GIVEN RECORDS:
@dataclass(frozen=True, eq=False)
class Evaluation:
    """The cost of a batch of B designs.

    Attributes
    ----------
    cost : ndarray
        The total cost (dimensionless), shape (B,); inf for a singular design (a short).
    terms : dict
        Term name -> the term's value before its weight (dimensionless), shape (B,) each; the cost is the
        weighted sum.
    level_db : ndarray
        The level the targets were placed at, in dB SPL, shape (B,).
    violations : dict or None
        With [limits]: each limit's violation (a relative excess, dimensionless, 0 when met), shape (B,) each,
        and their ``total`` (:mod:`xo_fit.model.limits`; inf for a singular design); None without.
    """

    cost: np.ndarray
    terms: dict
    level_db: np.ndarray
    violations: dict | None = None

WORK INSTRUCTIONS: Every entry is to be repeated exactly as it stands.

RESULT OF THE EXERCISE:
@dataclass(frozen=True, eq=False)
class Evaluation:
    """The cost of a batch of B designs.

    Attributes
    ----------
    cost : ndarray
        The total cost (dimensionless), shape (B,); inf for a singular design (a short).
    terms : dict
        Term name -> the term's value before its weight (dimensionless), shape (B,) each; the cost is the
        weighted sum.
    level_db : ndarray
        The level the targets were placed at, in dB SPL, shape (B,).
    violations : dict or None
        With [limits]: each limit's violation (a relative excess, dimensionless, 0 when met), shape (B,) each,
        and their ``total`` (:mod:`xo_fit.model.limits`; inf for a singular design); None without.
    """

    cost: np.ndarray
    terms: dict
    level_db: np.ndarray
    violations: dict | None = None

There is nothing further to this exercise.